Exercise aim.
If a line of the material holds the string "setState", please copy it.

Records for this exercise.

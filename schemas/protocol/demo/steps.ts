import type { RunSheetStep } from '../protocol.ts';

/** A coordinator's step that counts from the start of the visit. */
export function step(
  key: string,
  label: string,
  plannedMinute: number,
  durationMinutes: number,
): RunSheetStep {
  return {
    key,
    label,
    anchor: { kind: 'visit-start' },
    plannedMinute,
    durationMinutes,
    performedBy: 'coordinator',
  };
}

/** A coordinator's step that counts from the event of another. */
export function after(
  anchor: string,
  key: string,
  label: string,
  plannedMinute: number,
  durationMinutes: number,
): RunSheetStep {
  return { ...step(key, label, plannedMinute, durationMinutes), anchor: { kind: 'event', step: anchor } };
}
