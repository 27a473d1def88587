import fc from 'fast-check';
import { describe, expect, it } from 'vitest';
import { DomainError } from '../../units/errors.ts';
import type { Signal } from '../signal.ts';
import { sampled, seededNormal } from '../synthetic.test-support.ts';
import { cardiacPeriod } from './cardiac-period.ts';
import { plethysmographReadings } from './plethysmograph.ts';

interface Trace {
  slope?: number;
  pulse?: number;
  artefact?: number;
  drift?: number;
  noise?: number;
  rate?: number;
  scale?: number;
}

const onsets = [5, 20, 35, 50];

/** Four cycles of 10 s inflated and 5 s free from 5 s on: linear filling, fast emptying, a cuff artefact of 0.6 s. */
function volumeTrace({
  slope = 0.05,
  pulse = 0.01,
  artefact = 0.15,
  drift = 0,
  noise = 0,
  rate = 100,
  scale = 1,
}: Trace = {}): Signal {
  const normal = seededNormal(3);
  return sampled(68, rate, '%', (time) => {
    const inCycle = (time - 5) % 15;
    const started = time >= 5 && time < 65;
    const filled = !started
      ? 0
      : inCycle < 10
        ? slope * inCycle
        : 10 * slope * Math.exp(-(inCycle - 10) / 0.7);
    const jolt = started && inCycle < 0.6 ? artefact * Math.sin((Math.PI * inCycle) / 0.6) : 0;
    const beat = pulse * Math.sin(2 * Math.PI * 1.1 * time);
    return scale * (filled + jolt + beat + drift * time + noise * normal());
  });
}

const cuff = (rate = 100) =>
  sampled(68, rate, 'mm[Hg]', (time) => {
    const inCycle = (time - 5) % 15;
    return time >= 5 && time < 65 && inCycle < 10 ? Math.min(50, 160 * inCycle) : 0;
  });

describe('plethysmograph readings', () => {
  it.each([
    ['from the cuff channel', { cuff: cuff() }],
    ['from the volume alone', {}],
  ])('find each filling phase and its flow %s', (_, options) => {
    const readings = plethysmographReadings(volumeTrace(), options);
    expect(readings).toHaveLength(4);
    readings.forEach(({ phase, window, flow, usable, cautions }, index) => {
      expect(Math.abs(phase.onset - onsets[index]!)).toBeLessThan(0.7);
      expect(window.start).toBeGreaterThanOrEqual(onsets[index]! + 0.6);
      // Three beats at 66 a minute
      expect(Math.abs(window.end - window.start - 3 / 1.1)).toBeLessThan(0.1);
      expect(Math.abs(flow! - 3)).toBeLessThan(0.12);
      expect(usable).toBe(true);
      expect(cautions).toEqual([]);
    });
  });

  it('find the slope whatever it is', () => {
    fc.assert(
      fc.property(fc.double({ min: 0.02, max: 0.6, noNaN: true }), (slope) => {
        const readings = plethysmographReadings(volumeTrace({ slope, pulse: 0.01, noise: 0.001 }), {
          cuff: cuff(),
        });
        return (
          readings.length === 4 && readings.every((reading) => Math.abs(reading.slope / slope - 1) < 0.1)
        );
      }),
      { numRuns: 25 },
    );
  });

  it('leave the cuff artefact out', () => {
    const flow = (artefact: number) =>
      plethysmographReadings(volumeTrace({ artefact }), { cuff: cuff() })[0]!.flow!;
    expect(flow(0.5)).toBeCloseTo(flow(0), 10);
    const touched = plethysmographReadings(volumeTrace({ artefact: 0.5 }), { cuff: cuff(), skip: 0 })[0]!
      .flow!;
    expect(Math.abs(touched - 3)).toBeGreaterThan(0.3);
  });

  it('say that the window is fixed where no pulse is clear', () => {
    const [reading] = plethysmographReadings(volumeTrace({ pulse: 0, noise: 0.001 }), {
      cuff: cuff(),
      fixedWindow: 4,
    });
    expect(reading!.cautions.map(({ code }) => code)).toEqual(['FIXED_WINDOW']);
    expect(reading!.window.end - reading!.window.start).toBeCloseTo(4, 6);
    expect(Math.abs(reading!.slope - 0.05)).toBeLessThan(4 * reading!.standardError);
    // SE of a slope over 4 s at 100 Hz with independent noise σ: σ / √(n³ step²/12)
    expect(reading!.standardError / (0.001 / Math.sqrt((401 ** 3 * 0.01 ** 2) / 12))).toBeCloseTo(1, 0);
  });

  it('with a drifting baseline and a poor line are unusable until someone has looked', () => {
    const drifting = plethysmographReadings(volumeTrace({ drift: 0.02, pulse: 0 }), { cuff: cuff() });
    expect(drifting[0]!.cautions.map(({ code }) => code)).toContain('BASELINE_DRIFT');
    expect(drifting[0]!.usable).toBe(true);
    const noisy = plethysmographReadings(volumeTrace({ drift: 0.02, noise: 0.2, pulse: 0 }), {
      cuff: cuff(),
    });
    expect(noisy[0]!.cautions.map(({ code }) => code)).toEqual(
      expect.arrayContaining(['BASELINE_DRIFT', 'SLOPE_FIT']),
    );
    expect(noisy[0]!.usable).toBe(false);
  });

  it('give no flow where the volume falls', () => {
    const [reading] = plethysmographReadings(volumeTrace({ slope: -0.05 }), { cuff: cuff() });
    expect(reading!.flow).toBeUndefined();
    expect(reading!.usable).toBe(false);
  });

  it('need a calibration for a signal in millivolt, and scale by it', () => {
    const millivolt = { ...volumeTrace({ scale: 20 }), unit: 'mV' };
    expect(() => plethysmographReadings(millivolt)).toThrow(
      expect.objectContaining({ code: 'calibration_missing' }) as Error,
    );
    const calibrated = plethysmographReadings(millivolt, {
      cuff: cuff(),
      calibration: { deflection: 20, percent: 1 },
    });
    expect(calibrated[0]!.flow).toBeCloseTo(
      plethysmographReadings(volumeTrace(), { cuff: cuff() })[0]!.flow!,
      10,
    );
    const upsideDown = plethysmographReadings(
      { ...volumeTrace({ scale: -20 }), unit: 'mV' },
      { cuff: cuff(), calibration: { deflection: -20, percent: 1 } },
    );
    expect(upsideDown[0]!.flow).toBeCloseTo(calibrated[0]!.flow!, 10);
  });

  it('do not depend on when the clock starts', () => {
    const shift = (signal: Signal): Signal => ({ ...signal, times: signal.times.map((time) => time + 5000) });
    const late = plethysmographReadings(shift(volumeTrace()));
    expect(late.map(({ phase }) => Math.round(phase.onset - 5000))).toEqual(
      plethysmographReadings(volumeTrace()).map(({ phase }) => Math.round(phase.onset)),
    );
  });

  it('take no arbitrary units for percent', () => {
    const arbitrary = { ...volumeTrace(), unit: '1' };
    expect(() => plethysmographReadings(arbitrary)).toThrow(
      expect.objectContaining({ code: 'calibration_missing' }) as Error,
    );
    expect(plethysmographReadings({ ...volumeTrace(), unit: 'mL/dL' }, { cuff: cuff() })).toHaveLength(4);
  });

  it('above 100 mL/min/dL wait for a person to confirm hyperaemia', () => {
    const [high] = plethysmographReadings(volumeTrace({ slope: 1.7 }), { cuff: cuff() });
    expect(high!.cautions.map(({ code }) => code)).toContain('FLOW_UNCONFIRMED');
    expect(high!.usable).toBe(false);
  });

  it('are absent from a flat or too slow record', () => {
    expect(() => plethysmographReadings(sampled(60, 100, '%', () => 0))).toThrow(
      expect.objectContaining({ code: 'no_filling_phase' }) as Error,
    );
    expect(() => plethysmographReadings(volumeTrace({ rate: 10 }))).toThrow(
      expect.objectContaining({ code: 'sampling_too_slow' }) as Error,
    );
    expect(() => plethysmographReadings(volumeTrace(), { cycles: 0 })).toThrow(DomainError);
    expect(() => plethysmographReadings(volumeTrace(), { skip: 6 })).toThrow(DomainError);
  });

  it('beside a gap lose only the phase that the gap cuts', () => {
    const whole = volumeTrace();
    const keep = (_: number, index: number) => whole.times[index]! < 22 || whole.times[index]! > 23;
    const torn = { ...whole, times: whole.times.filter(keep), values: whole.values.filter(keep) };
    expect(
      plethysmographReadings(torn, { cuff: cuff() }).map(({ phase }) => Math.round(phase.onset)),
    ).toEqual([5, 35, 50]);
  });
});

describe('cardiac period', () => {
  it.each([45, 66, 100, 150])('of %d beats a minute is found on a filling limb', (heartRate) => {
    const values = Float64Array.from(
      { length: 900 },
      (_, i) => 0.0005 * i + 0.02 * Math.sin((2 * Math.PI * heartRate * i) / 6000),
    );
    expect(60 / cardiacPeriod(values, 0.01)!).toBeCloseTo(heartRate, -0.5);
  });

  it('is not invented from noise', () => {
    const normal = seededNormal(5);
    expect(cardiacPeriod(Float64Array.from({ length: 900 }, normal), 0.01)).toBeUndefined();
    expect(cardiacPeriod(new Float64Array(100), 0.01)).toBeUndefined();
  });
});
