import { useSuspenseInfiniteQuery } from '@tanstack/react-query';
import { Link, useSearchParams } from 'react-router-dom';
import { COMMISSION_STATES, type CommissionState } from '../../../../shared/contracts/vocabulary.ts';
import type { CommissionRow } from '../../../../shared/contracts/commissions.ts';
import { buttonClass } from '../../../components/ui/button-class.ts';
import { Button } from '../../../components/ui/button.tsx';
import { DataTable, type Column } from '../../../components/ui/data-table.tsx';
import { EmptyState } from '../../../components/ui/empty-state.tsx';
import { Field } from '../../../components/ui/field.tsx';
import { Page, PageHeading } from '../../../components/ui/page.tsx';
import { RelativeDay } from '../../../components/ui/relative-day.tsx';
import { Select } from '../../../components/ui/select.tsx';
import { Stamp } from '../../../components/ui/stamp.tsx';
import { commissionQueries } from '../../../lib/queries/commissions.ts';
import { shortInstant, todayIn } from '../../../lib/today.ts';
import { COMMISSION_STATE_WORDS, ROLE_WORDS } from '../../../lib/words.ts';

const columnsFor = (today: string): Column<CommissionRow>[] => [
  {
    key: 'title',
    header: 'Piece',
    namesRow: true,
    cell: (row) => (
      <Link to={`/commissions/${row.id}`} className="font-semibold underline decoration-hairline underline-offset-4">
        {row.title}
      </Link>
    ),
  },
  { key: 'code', header: 'Code', cell: (row) => <span className="figures whitespace-nowrap">{row.code}</span> },
  {
    key: 'state',
    header: 'Where it stands',
    cell: (row) => (
      <span className="inline-flex flex-wrap gap-2">
        <Stamp tone={row.state === 'delivered' ? 'verdigris' : 'neutral'}>{COMMISSION_STATE_WORDS[row.state]}</Stamp>
        {row.heldLegs > 0 && (
          <Stamp tone="oxide">{row.heldLegs === 1 ? 'One leg held' : `${row.heldLegs} legs held`}</Stamp>
        )}
      </span>
    ),
  },
  { key: 'client', header: 'For', cell: (row) => row.clientName ?? 'no client yet' },
  { key: 'lead', header: 'Lead', cell: (row) => row.leadName },
  { key: 'you', header: 'You are', cell: (row) => row.yourRoles.map((role) => ROLE_WORDS[role]).join(', ') || 'Guest' },
  {
    key: 'wanted',
    header: 'Wanted',
    cell: (row) => (row.dateWanted ? <RelativeDay day={row.dateWanted} today={today} form="short" /> : 'no date'),
  },
  { key: 'moved', header: 'Last change', cell: (row) => shortInstant(row.updatedAt) },
];

const isState = (text: string | null): text is CommissionState =>
  (COMMISSION_STATES as readonly string[]).includes(text ?? '');

/** Every commission the reader has a part in; search and state live in the address. */
export function CommissionsPage({ mayOpen }: { mayOpen: boolean }) {
  const [params, setParams] = useSearchParams();
  const search = params.get('search') ?? '';
  const stateText = params.get('state');
  const filter = { ...(search ? { search } : {}), ...(isState(stateText) ? { state: stateText } : {}) };
  const { data, hasNextPage, fetchNextPage, isFetchingNextPage } = useSuspenseInfiniteQuery(
    commissionQueries.list(filter),
  );
  const rows = data.pages.flatMap((page) => page.items);
  const setState = (state: string): void =>
    setParams((before) => {
      const next = new URLSearchParams(before);
      if (state) next.set('state', state);
      else next.delete('state');
      return next;
    });
  return (
    <Page>
      <PageHeading
        title="Commissions"
        headline={search ? `Found for “${search}”` : undefined}
        actions={
          mayOpen ? (
            <Link to="/commissions/new" className={buttonClass('primary')}>
              Open a commission
            </Link>
          ) : undefined
        }
      />
      <div className="mb-4 max-w-60">
        <Field label="Where it stands">
          <Select value={stateText ?? ''} onChange={(event) => setState(event.target.value)}>
            <option value="">All</option>
            {COMMISSION_STATES.map((state) => (
              <option key={state} value={state}>
                {COMMISSION_STATE_WORDS[state]}
              </option>
            ))}
          </Select>
        </Field>
      </div>
      <DataTable
        caption="Commissions, latest change first"
        columns={columnsFor(todayIn())}
        rows={rows}
        rowKey={(row) => row.id}
        empty={
          <EmptyState title={search || stateText ? 'Nothing here matches' : 'No commissions yet'}>
            {search || stateText
              ? 'Try fewer words or another state.'
              : 'Pieces you lead, work on or ordered will be listed here. An invitation by e-mail brings you into one.'}
          </EmptyState>
        }
      />
      {hasNextPage && (
        <div className="mt-4">
          <Button variant="outline" busy={isFetchingNextPage} onClick={() => void fetchNextPage()}>
            Show more
          </Button>
        </div>
      )}
    </Page>
  );
}
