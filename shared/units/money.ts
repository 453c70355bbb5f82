import type { Currency } from '../contracts/vocabulary.ts';

/** Decimal places of each currency's minor unit (ISO 4217, list one). */
export const MINOR_DIGITS: Readonly<Record<Currency, number>> = { EUR: 2, USD: 2, GBP: 2, JPY: 0, KWD: 3 };

/** "€480.00": the amount in the major unit with its symbol. @param amountMinor whole minor units */
export function formatMinor(amountMinor: number, currency: Currency): string {
  const digits = MINOR_DIGITS[currency];
  return new Intl.NumberFormat('en-GB', {
    style: 'currency',
    currency,
    minimumFractionDigits: digits,
    maximumFractionDigits: digits,
  }).format(amountMinor / 10 ** digits);
}
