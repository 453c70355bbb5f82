/** Reserved, transitional and user-assigned codes that CLDR names, and that ISO 3166-1 assigns to no country. */
const NOT_ASSIGNED = new Set('AC AN CP CQ CS DG EA EU EZ IC QO TA UN XA XB XK ZZ'.split(' '));

const LETTERS = [...'ABCDEFGHIJKLMNOPQRSTUVWXYZ'];

/** A code that was replaced by another one is written as that one by CLDR. */
const isCurrent = (code: string): boolean => new Intl.Locale(`und-${code}`).region === code;

interface Country {
  code: string;
  name: string;
}

function readCountries(): Country[] {
  const names = new Intl.DisplayNames('en', { type: 'region', fallback: 'none' });
  return LETTERS.flatMap((first) => LETTERS.map((second) => first + second))
    .filter((code) => !NOT_ASSIGNED.has(code) && isCurrent(code))
    .flatMap((code) => {
      const name = names.of(code);
      return name ? [{ code, name }] : [];
    })
    .sort((one, other) => one.name.localeCompare(other.name, 'en'));
}

let known: readonly Country[] | undefined;

/** Countries by their alpha-2 code (ISO 3166-1), with their English names from CLDR, in the order of the names. */
export const countries = (): readonly Country[] => (known ??= readCountries());

export const isCountry = (code: string): boolean => countries().some((country) => country.code === code);
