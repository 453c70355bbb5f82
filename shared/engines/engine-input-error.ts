/** A value an engine cannot compute with; `field` names it as the caller's input does. */
export class EngineInputError extends RangeError {
  readonly field: string;

  constructor(field: string, message: string) {
    super(message);
    this.field = field;
  }
}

Written reply.
  const setState = (state: string): void =>
          <Select value={stateText ?? ''} onChange={(event) => setState(event.target.value)}>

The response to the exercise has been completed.